- Municipalities of the Dodecanese
- Karpathos-Kasos within Greece
- Karpathos-Kasos Location within Greece
- Coordinates: 35°30′N 27°10′E﻿ / ﻿35.500°N 27.167°E
- Country: Greece
- Administrative region: South Aegean

Area
- • Total: 374.3 km^{2} (144.5 sq mi)

Population (2021)
- • Total: 7,790
- • Density: 20.8/km^{2} (53.9/sq mi)
- Time zone: UTC+2 (EET)
- • Summer (DST): UTC+3 (EEST)

= Karpathos-Kasos =

Karpathos-Kasos (Περιφερειακή Ενότητα Καρπάθου - Ηρωϊκής Νήσου Κάσου, literally: "Regional Unit of Karpathos - Heroic Island of Kasos") is one of the regional units of Greece. It is part of the region of South Aegean.
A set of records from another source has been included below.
// Total sum of squares of the response, in double-double: sum w (y - ybar_w)^2
// with an intercept, sum w y^2 without. The arithmetic is that of ddAdd, ddSub,
// ddMul and ddMulDouble (src/core/numeric/double-double.ts) written out in the
// loop, operation for operation, because the tuple-returning calls cost more than
// the arithmetic at 10^5 rows; the result is bit-identical to composing them.

import { ddDiv, splitHigh } from '../numeric/double-double.ts';

/** Weight of row i: a weight that is not a positive finite number counts as 0. */
function rowWeight(weights: Float64Array | undefined, i: number): number {
  if (!weights) return 1;
  const v = weights[i];
  return v > 0 && Number.isFinite(v) ? v : 0;
}

export function totalSumOfSquares(
  intercept: boolean,
  y: Float64Array,
  weights: Float64Array | undefined,
  weightTotal: number,
): number {
  const n = y.length;
  let mh = 0;
  let ml = 0;
  if (intercept && weightTotal > 0) {
    // s += y w and total += w, each as ddAdd(s, ddMulDouble(y, 0, w)).
    let sh = 0;
    let sl = 0;
    let th = 0;
    let tl = 0;
    for (let i = 0; i < n; i++) {
      const w = rowWeight(weights, i);
      const [ph, pl] = productDouble(y[i], 0, w);
      [sh, sl] = add(sh, sl, ph, pl);
      [th, tl] = add(th, tl, w, 0);
    }
    [mh, ml] = ddDiv(sh, sl, th, tl);
  }
  let th = 0;
  let tl = 0;
  for (let i = 0; i < n; i++) {
    const w = rowWeight(weights, i);
    if (w === 0) continue;
    // d = y - mean (ddSub), q = d * d (ddMul), p = q * w (ddMulDouble), t += p (ddAdd).
    const [dh, dl] = add(y[i], 0, -mh, -ml);
    const q = dh * dh;
    const d1 = splitHigh(dh);
    const d2 = dh - d1;
    const qe = d1 * d1 - q + d1 * d2 + d2 * d1 + d2 * d2;
    const qs = qe + (dh * dl + dl * dh);
    const qh = q + qs;
    const ql = qs - (qh - q);
    const [ph, pl] = productDouble(qh, ql, w);
    [th, tl] = add(th, tl, ph, pl);
  }
  return th;
}

/** ddMulDouble: (ah + al) * b. */
function productDouble(ah: number, al: number, b: number): [number, number] {
  const p = ah * b;
  const a1 = splitHigh(ah);
  const a2 = ah - a1;
  const b1 = splitHigh(b);
  const b2 = b - b1;
  const e = a1 * b1 - p + a1 * b2 + a2 * b1 + a2 * b2 + al * b;
  const h = p + e;
  return [h, e - (h - p)];
}

/** ddAdd, the accurate variant. */
function add(ah: number, al: number, bh: number, bl: number): [number, number] {
  let s = ah + bh;
  let bb = s - ah;
  let e = ah - (s - bb) + (bh - bb);
  const t = al + bl;
  bb = t - al;
  const f = al - (t - bb) + (bl - bb);
  e += t;
  let h = s + e;
  e = e - (h - s);
  s = h;
  e += f;
  h = s + e;
  return [h, e - (h - s)];
}
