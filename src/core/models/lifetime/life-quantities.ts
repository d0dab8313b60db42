// Percentiles and survival probabilities of a fitted life model at one
// design row, with Wald intervals by the delta method:
// - percentiles of the distributions of positive time on the log scale,
//   ln t_p = μ + σ z_p (gamma: μ + ln x_p(κ)), so the interval stays positive
//   (common practice; Meeker & Escobar, Statistical Methods for Reliability
//   Data, ch. 8); of the time-scale distributions on t_p itself;
// - survival of the location-scale distributions through the standardised
//   deviate z = (y - μ)/σ, whose interval S maps monotonically; of the gamma
//   through ln(-ln S) (the complementary log-log scale), since its S is not a
//   function of one standardised deviate. For the Weibull the two agree.
// Likelihood-ratio intervals are not computed.
import { DISTRIBUTIONS, type DistributionName } from './distributions.ts';
import { incompleteGammaTails, logGammaKernel } from './incomplete-gamma.ts';
import { bilinear } from './small-matrix.ts';
import { normalLaw } from './standard-families.ts';
import gammaincinv from '@stdlib/math-base-special-gammaincinv';
import log1p from '@stdlib/math-base-special-log1p';

export interface LifetimeEstimates {
  distribution: DistributionName;
  /** Design column indices with estimates, in the order of `coefficients`. */
  estimable: number[];
  /** Coefficients of the location on the data's scale (ln t or t). */
  coefficients: Float64Array;
  /** ln σ, or ln κ for the gamma; null for the exponential (σ = 1). */
  extra: number | null;
  /** Covariance of (coefficients, extra), row-major. */
  covariance: Float64Array;
  dimension: number;
}

export interface LifePercentile {
  probability: number;
  estimate: number;
  lower: number | null;
  upper: number | null;
}

export interface LifeSurvival {
  time: number;
  estimate: number;
  lower: number | null;
  upper: number | null;
}

/** The two-sided normal quantile of a confidence level. */
export function waldQuantile(level: number): number {
  return normalLaw.quantile((1 + level) / 2);
}

/** μ = x'β at an estimable design row. */
export function locationAt(estimates: LifetimeEstimates, x: ArrayLike<number>): number {
  let mu = 0;
  for (let k = 0; k < estimates.coefficients.length; k++) mu += x[k] * estimates.coefficients[k];
  return mu;
}

/** Gradient of a quantity a μ + b s with respect to (β, s): a x, then b. */
function gradient(estimates: LifetimeEstimates, x: ArrayLike<number>, a: number, b: number): Float64Array {
  const g = new Float64Array(estimates.dimension);
  for (let k = 0; k < estimates.coefficients.length; k++) g[k] = a * x[k];
  if (estimates.extra !== null) g[estimates.dimension - 1] = b;
  return g;
}

function standardError(estimates: LifetimeEstimates, g: Float64Array): number | null {
  const v = bilinear(estimates.covariance, estimates.dimension, g, g);
  return v >= 0 && Number.isFinite(v) ? Math.sqrt(v) : null;
}

/**
 * ln x_p of the standard gamma and d ln x_p / d ln κ (implicit
 * differentiation of P(κ, x_p) = p). @stdlib's inverse starts it; a few
 * Newton steps on ln x against our own P (or Q above the median) finish it,
 * since @stdlib's incomplete gamma loses digits at large shapes.
 */
function gammaQuantile(shape: number, p: number): { log: number; slope: number } {
  const lower = p <= 0.5;
  let x = lower ? gammaincinv(p, shape) : gammaincinv(1 - p, shape, true);
  const target = lower ? Math.log(p) : log1p(-p);
  for (let k = 0; k < 4 && x > 0 && Number.isFinite(x); k++) {
    const tails = incompleteGammaTails(shape, x);
    const tail = lower ? tails.lower : tails.upper;
    // d ln P / d ln x = x g(x) / P = e^{K(x) - ln P}; for Q the same with a minus sign.
    const slope = (lower ? 1 : -1) * Math.exp(logGammaKernel(shape, x) - tail.log);
    const next = x * Math.exp(-(tail.log - target) / slope);
    if (!(next > 0) || !Number.isFinite(next)) break;
    const done = Math.abs(next - x) <= 1e-15 * x;
    x = next;
    if (done) break;
  }
  const tails = incompleteGammaTails(shape, x);
  // P_κ from the smaller tail: P_κ = P d1(P) = -Q d1(Q).
  const dP = tails.lower.log < tails.upper.log
    ? Math.exp(tails.lower.log) * tails.lower.d1
    : -Math.exp(tails.upper.log) * tails.upper.d1;
  // ∂x_p/∂κ = -P_κ / g(x_p) and x g(x) = e^{K(x)}, so ∂ ln x_p/∂κ = -P_κ e^{-K(x_p)}.
  return { log: Math.log(x), slope: -shape * dP * Math.exp(-logGammaKernel(shape, x)) };
}

export function percentileAt(estimates: LifetimeEstimates, x: ArrayLike<number>, probability: number, q: number): LifePercentile {
  const distribution = DISTRIBUTIONS[estimates.distribution];
  const mu = locationAt(estimates, x);
  let centre: number;
  let g: Float64Array;
  if (distribution.form.kind === 'gamma') {
    const quantile = gammaQuantile(Math.exp(estimates.extra!), probability);
    centre = mu + quantile.log;
    g = gradient(estimates, x, 1, quantile.slope);
  } else {
    const sigma = estimates.extra === null ? 1 : Math.exp(estimates.extra);
    const z = distribution.form.law.quantile(probability);
    centre = mu + sigma * z;
    g = gradient(estimates, x, 1, sigma * z);
  }
  const se = standardError(estimates, g);
  const log = distribution.scale === 'log';
  const back = (v: number) => (log ? Math.exp(v) : v);
  return {
    probability,
    estimate: back(centre),
    lower: se === null ? null : back(centre - q * se),
    upper: se === null ? null : back(centre + q * se),
  };
}

export function survivalAt(estimates: LifetimeEstimates, x: ArrayLike<number>, time: number, q: number): LifeSurvival {
  const distribution = DISTRIBUTIONS[estimates.distribution];
  if (distribution.scale === 'log' && !(time > 0)) return { time, estimate: 1, lower: 1, upper: 1 };
  const y = distribution.scale === 'log' ? Math.log(time) : time;
  const mu = locationAt(estimates, x);
  if (distribution.form.kind === 'gamma') {
    const shape = Math.exp(estimates.extra!);
    const u = Math.exp(y - mu);
    const upper = incompleteGammaTails(shape, u).upper;
    const logS = upper.log;
    // S rounds to 1 this early: nothing to put an interval around.
    if (!(logS < 0)) return { time, estimate: 1, lower: 1, upper: 1 };
    // η = ln(-ln S); ∂ ln S/∂μ = e^{K(u)}/Q, ∂ ln S/∂ ln κ = κ Q_κ/Q.
    const dMu = Math.exp(logGammaKernel(shape, u) - logS);
    const g = gradient(estimates, x, dMu / logS, (shape * upper.d1) / logS);
    const se = standardError(estimates, g);
    const eta = Math.log(-logS);
    const at = (v: number) => Math.exp(-Math.exp(v));
    return { time, estimate: Math.exp(logS), lower: se === null ? null : at(eta + q * se), upper: se === null ? null : at(eta - q * se) };
  }
  const law = distribution.form.law;
  const sigma = estimates.extra === null ? 1 : Math.exp(estimates.extra);
  const z = (y - mu) / sigma;
  const se = standardError(estimates, gradient(estimates, x, -1 / sigma, -z));
  const at = (v: number) => Math.exp(law.logSurvival(v));
  return { time, estimate: at(z), lower: se === null ? null : at(z + q * se), upper: se === null ? null : at(z - q * se) };
}

/** -ln S(t) at an estimable design row: the cumulative hazard, for Cox–Snell residuals and pictures. */
export function cumulativeHazardAt(estimates: LifetimeEstimates, mu: number, time: number): number {
  const distribution = DISTRIBUTIONS[estimates.distribution];
  if (distribution.scale === 'log' && !(time > 0)) return 0;
  if (time === Number.POSITIVE_INFINITY) return Number.POSITIVE_INFINITY;
  const y = distribution.scale === 'log' ? Math.log(time) : time;
  if (distribution.form.kind === 'gamma') return -incompleteGammaTails(Math.exp(estimates.extra!), Math.exp(y - mu)).upper.log;
  const sigma = estimates.extra === null ? 1 : Math.exp(estimates.extra);
  return -distribution.form.law.logSurvival((y - mu) / sigma);
}
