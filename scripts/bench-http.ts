// The comparison request path over real sockets against a bare fastify route
// that parses the same body and answers a few bytes: the ratio says how much of
// the socket-and-parse ceiling the service keeps while it fits, ranks, records
// durably and answers. The two alternate within one run (bare, service, bare,
// service, ...) so both see the same machine; the ratio is taken per round and
// its median printed. autocannon fires from a worker thread so the load
// generator does not share the servers' event loop.
//   npx tsx scripts/bench-http.ts [seconds per run, default 5] [rounds, default 3] [connections, default 10]
// With PARSIMETRY_TEST_PG_URL set, a PostgreSQL store is measured too (each in
// a schema of its own, dropped afterwards).
import { mkdtempSync, rmSync } from 'node:fs';
import { tmpdir } from 'node:os';
import { join } from 'node:path';
import { createRequire } from 'node:module';
import { randomBytes } from 'node:crypto';
import Fastify, { type FastifyInstance } from 'fastify';
import { defaultConfig } from '../src/config.ts';
import { openAuditStore } from '../src/audit/open.ts';
import type { AuditStore } from '../src/audit/store.ts';
import { buildApp, computePoolFor } from '../src/http/app.ts';
import { demoComparison } from './demo-data.ts';
import { dropBenchSchemas } from './bench-pg.ts';

// autocannon ships no type declarations; this is the part used here.
interface LoadResult { requests: { average: number }; '2xx': number; non2xx: number; errors: number; duration: number; latency: { p50: number; p99: number } }
const autocannon = createRequire(import.meta.url)('autocannon') as (options: Record<string, unknown>) => Promise<LoadResult>;

const seconds = Math.min(60, Number(process.argv[2] ?? 5));
const rounds = Math.min(20, Number(process.argv[3] ?? 3));
const connections = Math.min(64, Number(process.argv[4] ?? 10));

const bodies = [
  { name: '300 rows, 5 candidates', text: JSON.stringify(demoComparison(300)) },
  { name: 'demo (120 rows, 5 candidates)', text: JSON.stringify(demoComparison()) },
];

async function bareServer(): Promise<{ app: FastifyInstance; url: string }> {
  // fastify's own JSON parser and nothing else: the ceiling for a route that must read this body.
  const app = Fastify({ logger: false, bodyLimit: 64 * 2 ** 20 });
  app.post('/bare', async (request) => ({ keys: Object.keys(request.body as object).length }));
  const url = await app.listen({ host: '127.0.0.1', port: 0 });
  return { app, url: `${url}/bare` };
}

async function serviceServer(store: AuditStore, auditDb: string): Promise<{ app: FastifyInstance; url: string }> {
  // As production runs: answers written as plain JSON (RESPONSE_SCHEMA_CHECK=off), the compute pool
  // started with the service (src/server.ts) and closed with it.
  const config = defaultConfig({ auditDb, rateLimitPerMinute: 10_000_000, eventLoopMaxDelayMs: 0, responseSchemaCheck: false });
  const compute = computePoolFor(config);
  compute.start();
  const app = await buildApp({ config, store, logger: false, compute });
  app.addHook('onClose', async () => compute.close());
  const url = await app.listen({ host: '127.0.0.1', port: 0 });
  return { app, url: `${url}/v1/comparisons` };
}

interface Run { perSecond: number; p50: number; p99: number; bad: number }

async function fire(url: string, body: string, duration = seconds): Promise<Run> {
  const r = await autocannon({
    url, method: 'POST', body, headers: { 'content-type': 'application/json' }, connections, duration, workers: 1,
  });
  return { perSecond: r['2xx'] / seconds, p50: r.latency.p50, p99: r.latency.p99, bad: r.non2xx + r.errors };
}

const median = (xs: number[]) => [...xs].sort((a, b) => a - b)[Math.floor(xs.length / 2)];
const fmt = (run: Run) =>
  `${run.perSecond.toFixed(1).padStart(9)} /s  p50 ${String(run.p50).padStart(4)} ms  p99 ${String(run.p99).padStart(4)} ms${run.bad ? `  FAILED ${run.bad}` : ''}`;

async function measure(storeName: string, openStore: () => Promise<{ store: AuditStore; auditDb: string; done: () => Promise<void> }>) {
  const bare = await bareServer();
  for (const body of bodies) {
    const { store, auditDb, done } = await openStore();
    const service = await serviceServer(store, auditDb);
    // Warm both (JIT, lazy modules, the store's statements) before anything is counted.
    await fire(bare.url, body.text, 1);
    await fire(service.url, body.text, 1);
    const ratios: number[] = [];
    for (let round = 1; round <= rounds; round++) {
      const b = await fire(bare.url, body.text);
      const s = await fire(service.url, body.text);
      ratios.push(s.perSecond / b.perSecond);
      console.log(`${body.name.padEnd(30)} ${storeName.padEnd(8)} round ${round}  bare ${fmt(b)}   service ${fmt(s)}   ratio ${(s.perSecond / b.perSecond).toFixed(4)}`);
    }
    const check = await store.verify();
    console.log(`${body.name.padEnd(30)} ${storeName.padEnd(8)} median ratio ${median(ratios).toFixed(4)}; chain of ${check.records} records verifies: ${check.ok}`);
    await service.app.close();
    await store.close();
    await done();
  }
  await bare.app.close();
}

console.log(`loopback, ${connections} connections, ${seconds} s per run, ${rounds} rounds, Node ${process.version}, body ${bodies.map((b) => `${b.name} ${(b.text.length / 1024).toFixed(1)} KiB`).join(', ')}`);
await measure('sqlite', async () => {
  const dir = mkdtempSync(join(tmpdir(), 'parsimetry-bench-http-'));
  const auditDb = join(dir, 'audit.sqlite');
  return { store: await openAuditStore(auditDb), auditDb, done: async () => rmSync(dir, { recursive: true, force: true }) };
});
const pgUrl = process.env.PARSIMETRY_TEST_PG_URL;
if (pgUrl) {
  const schemas: string[] = [];
  try {
    await measure('postgres', async () => {
      const schema = `bench_http_${randomBytes(4).toString('hex')}`;
      schemas.push(schema);
      return { store: await openAuditStore(pgUrl, { schema }), auditDb: pgUrl, done: async () => {} };
    });
  } finally {
    await dropBenchSchemas(pgUrl, schemas);
  }
}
The regional unit covers the islands of Karpathos, Kasos, Saria and several smaller islands in the Aegean Sea.

==Administration==

As a part of the 2011 Kallikratis government reform, the regional unit Karpathos was created out of part of the former Dodecanese Prefecture. It was renamed to Karpathos-Kasos in 2017. It is subdivided into 2 municipalities. These are (number as in the map in the infobox):

- Karpathos (5)
- Kasos (6)

==Province==
The province of Karpathos (Επαρχία Καρπάθου) was one of the provinces of the Dodecanese Prefecture. It had the same territory as the present regional unit. It was abolished in 2006.